Line by line, count where the string "that" appears in the listing, then give the number of such lines alone.

## Data records
--*--
//! Reading the reference files and comparing with them.

use std::path::Path;

use risefall::finding::Request;
use risefall::method::declaration::Arguments;
use risefall::method::{Datum, Outcome, Refusal};
use risefall::query::{Asked, read};
use serde_json::Value;

/// A reference file of one method.
pub fn file(name: &str) -> Value {
    let path = Path::new(env!("CARGO_MANIFEST_DIR")).join("tests/published/reference").join(name);
    serde_json::from_str(&std::fs::read_to_string(path).unwrap()).unwrap()
}

/// The reference values of a method.
pub fn oracle(method: &str) -> Vec<Value> {
    file(&format!("{method}.json"))["oracle"].as_array().unwrap().clone()
}

/// The published example with a given id.
pub fn published(method: &str, id: &str) -> Value {
    let cases = file(&format!("{method}.json"))["published"].as_array().unwrap().clone();
    cases.into_iter().find(|case| case["id"] == id).unwrap()
}

/// The readings of a case as a JSON list; a named data set is looked up.
pub fn data(case: &Value) -> Value {
    match case["data"]["dataset"].as_str() {
        Some(name) => file("datasets.json")[name]["values"].clone(),
        None => case["data"].clone(),
    }
}

/// Judges a case as a request would: `parameters` as they are sent.
pub fn ask(method: &str, body: Value) -> (Asked, Result<Outcome, Refusal>) {
    let arguments: Arguments = risefall::query::json::arguments(body.to_string().as_bytes()).unwrap();
    let asked = read(risefall::method::find(method).unwrap(), &arguments, &[]).unwrap_or_else(|problem| panic!("{problem}"));
    let Request { test, question, .. } = &asked.request;
    let result = test.judge(&asked.series, question);
    (asked, result)
}

/// A number among the facts of an outcome.
pub fn fact(outcome: &Outcome, key: &str) -> f64 {
    match outcome.facts.iter().find(|fact| fact.key == key).map(|fact| &fact.value) {
        Some(Datum::Number(number)) => *number,
        Some(Datum::Integer(integer)) => *integer as f64,
        other => panic!("fact {key}: {other:?}"),
    }
}

/// Asserts that two numbers agree to a relative error.
#[track_caller]
pub fn close(got: f64, expected: &Value, relative: f64, what: &str) {
    let expected = expected.as_f64().unwrap_or_else(|| panic!("{what}: no reference value"));
    let error = (got - expected).abs();
    assert!(error <= relative * expected.abs() || got == expected, "{what}: got {got:e}, expected {expected:e}");
}
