//! Pettitt's test against a published change, tables and enumeration.

use risefall::method::{Datum, Outcome};
use serde_json::{Value, json};

use crate::reference::{ask, close, data, fact, file, oracle, published};

fn splits(outcome: &Outcome) -> Vec<u64> {
    let risefall::method::Evidence::Table(table) = &outcome.evidence[0] else { panic!("no table") };
    let best = |row: &&Vec<Datum>| row.last() == Some(&Datum::Text("fits best".into()));
    (1..).zip(&table.rows).filter(|(_, row)| best(row)).map(|(place, _)| place).collect()
}

fn numbers(list: &Value) -> Vec<u64> {
    list.as_array().unwrap().iter().filter_map(Value::as_u64).collect()
}

/// G. W. Cobb (1978), annual flow of the Nile at Aswan: the level fell near 1898, the last year of the old level.
#[test]
fn nile() {
    let case = published("pettitt", "nile_change");
    let years: Vec<u32> = (1871..=1970).collect();
    let (_, outcome) = ask("pettitt", json!({ "readings": data(&case), "moments": years }));
    let outcome = outcome.unwrap();
    let text = |key: &str| outcome.facts.iter().find(|fact| fact.key == key).map(|fact| fact.value.clone());
    assert_eq!(text("last_before"), Some(Datum::Text("1898".into())));
    assert_eq!(text("first_after"), Some(Datum::Text("1899".into())));
    let recomputed = &case["recomputed"]["pettitt"];
    assert_eq!(outcome.statistic.value, recomputed["K"].as_f64().unwrap());
    assert_eq!(outcome.p.by.to_string(), "Pettitt's approximation");
    close(outcome.p.value, &recomputed["p_approx"], 1e-12, "p");
    // Medians of the first 28 and the last 72 flows: NumPy 2.4.6.
    assert_eq!((fact(&outcome, "level_before"), fact(&outcome, "level_after")), (1130.0, 842.5));
}

/// Reference values by enumeration; `made_by` in the file says with what they were cross-checked.
#[test]
fn reference_values() {
    let mut checked = 0;
    for case in oracle("pettitt") {
        let id = case["id"].as_str().unwrap();
        let expected = &case["expected"];
        let ask = |p_by: &str, seek: &str| ask("pettitt", json!({ "readings": data(&case), "p_by": p_by, "seek": seek })).1;
        if expected["K"] == 0.0 {
            assert_eq!(ask("best", "either").unwrap_err().code(), "all-tied", "{id}");
            continue;
        }
        let approximate = ask("approximation", "either").unwrap();
        for (key, name) in [("k", "K"), ("k_falling", "K_plus"), ("k_rising", "K_minus")] {
            assert_eq!(fact(&approximate, key), expected[name].as_f64().unwrap(), "{id} {key}");
        }
        assert_eq!(splits(&approximate), numbers(&expected["last_index_of_first_segment"]), "{id}");
        close(approximate.p.value, &expected["p_approx"], 1e-12, id);
        close(fact(&approximate, "approximation"), &expected["p_approx_unclipped"], 1e-12, id);
        let to_higher = expected["K_minus"].as_f64() > expected["K_plus"].as_f64();
        let one_sided = ask("approximation", if to_higher { "rising" } else { "falling" }).unwrap();
        close(one_sided.p.value, &expected["p_one_sided_approx"], 1e-12, id);
        if !expected["p_exact"].is_null() {
            close(ask("exact", "either").unwrap().p.value, &expected["p_exact"], 1e-11, id);
        }
        checked += 1;
    }
    assert!(checked >= 13, "only {checked} reference values were found");
}

/// P(K >= k) for 3 to 8 readings, by enumeration of all permutations.
#[test]
fn table_of_tails() {
    use risefall::null_distribution::rank_walk::{Barriers, strays};
    let table = file("tables.json")["pettitt_exact"]["table"].clone();
    let mut checked = 0;
    for (n, row) in table.as_object().unwrap() {
        let classes = (1..=n.parse().unwrap()).map(|rank| (2 * rank, 1)).collect();
        for (k, entry) in row.as_object().unwrap() {
            let k: i64 = k.parse().unwrap();
            let got = strays(&classes, Barriers { up: k, down: k, either: k });
            close(got.either, &entry["p_exact"], 1e-12, &format!("n {n}, K {k}"));
            checked += 1;
        }
    }
    assert!(checked > 30, "only {checked} entries of the table were checked");
}

/// Grades take few different ranks, so that a long graded series is judged exactly; for two grades the exact p agrees with
/// carrying the difference of two counts from reading to reading.
#[test]
fn long_graded_series_is_exact() {
    let words = |ups: [usize; 2]| -> Vec<&str> {
        (0..60).map(|i| if (i * 7 + i / 3) % 10 < if i < 30 { ups[0] } else { ups[1] } { "good" } else { "poor" }).collect()
    };
    let (_, outcome) = ask("pettitt", json!({ "readings": words([3, 6]), "grades": "poor < good" }));
    let outcome = outcome.unwrap();
    assert_eq!(outcome.p.by.to_string(), "exact");
    let good = words([3, 6]).iter().filter(|word| **word == "good").count();
    // A walk with `good` steps up of size `poor` and `poor` steps down of size `good`, doubled mid-ranks being n apart.
    let (poor, k) = (60 - good, outcome.statistic.value as i64);
    let mut chances = std::collections::HashMap::from([((0_usize, 0_usize), 1.0)]);
    let mut reached = 0.0;
    for step in 0..60 {
        let mut next = std::collections::HashMap::new();
        for ((a, b), chance) in chances {
            let left = (60 - step) as f64;
            let steps = [((a + 1, b), (good - a) as f64 / left), ((a, b + 1), (poor - b) as f64 / left)];
            for (state, share) in steps.into_iter().filter(|(_, share)| *share > 0.0) {
                let position = (state.0 * poor) as i64 - (state.1 * good) as i64;
                let target = if position.abs() >= k { &mut reached } else { next.entry(state).or_insert(0.0) };
                *target += share * chance;
            }
        }
        chances = next;
    }
    assert!((outcome.p.value - reached).abs() < 1e-12 * reached, "{} {reached}", outcome.p.value);
}
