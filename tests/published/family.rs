//! Adjusted p-values against R's `p.adjust`, statsmodels and the published example.

use risefall::finding::{Adjustment, adjust};
use serde_json::Value;

use crate::reference::{close, oracle, published};

const NAMES: [(&str, Adjustment); 4] = [
    ("holm", Adjustment::Holm),
    ("hochberg", Adjustment::Hochberg),
    ("BH", Adjustment::BenjaminiHochberg),
    ("BY", Adjustment::BenjaminiYekutieli),
];

fn numbers(list: &Value) -> Vec<f64> {
    list.as_array().unwrap().iter().filter_map(Value::as_f64).collect()
}

/// Benjamini and Hochberg (1995), section 4: 15 p-values, 3 claims by Bonferroni, 4 by their procedure.
#[test]
fn benjamini_hochberg_example() {
    let case = published("multiple_testing", "bh1995");
    let p = numbers(&case["data"]);
    for (name, adjustment) in NAMES {
        for (got, expected) in adjust(&p, adjustment).iter().zip(case["recomputed"]["adjusted"][name].as_array().unwrap()) {
            close(*got, expected, 1e-12, name);
        }
    }
    let claims = adjust(&p, Adjustment::BenjaminiHochberg).iter().filter(|p| **p <= 0.05).count();
    assert_eq!(claims, case["published"]["bh_rejects"].as_u64().unwrap() as usize);
}

/// Exact rationals, with which R's `p.adjust` and statsmodels agree.
#[test]
fn reference_values() {
    for case in oracle("multiple_testing") {
        let p = numbers(&case["data"]);
        for (name, adjustment) in NAMES {
            let Some(expected) = case["expected"][name].as_array() else { continue };
            let expected = expected.iter().filter(|value| !value.is_null());
            for (got, expected) in adjust(&p, adjustment).iter().zip(expected) {
                close(*got, expected, 1e-12, &format!("{} {name}", case["id"]));
            }
        }
    }
}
--*--
## Reply
2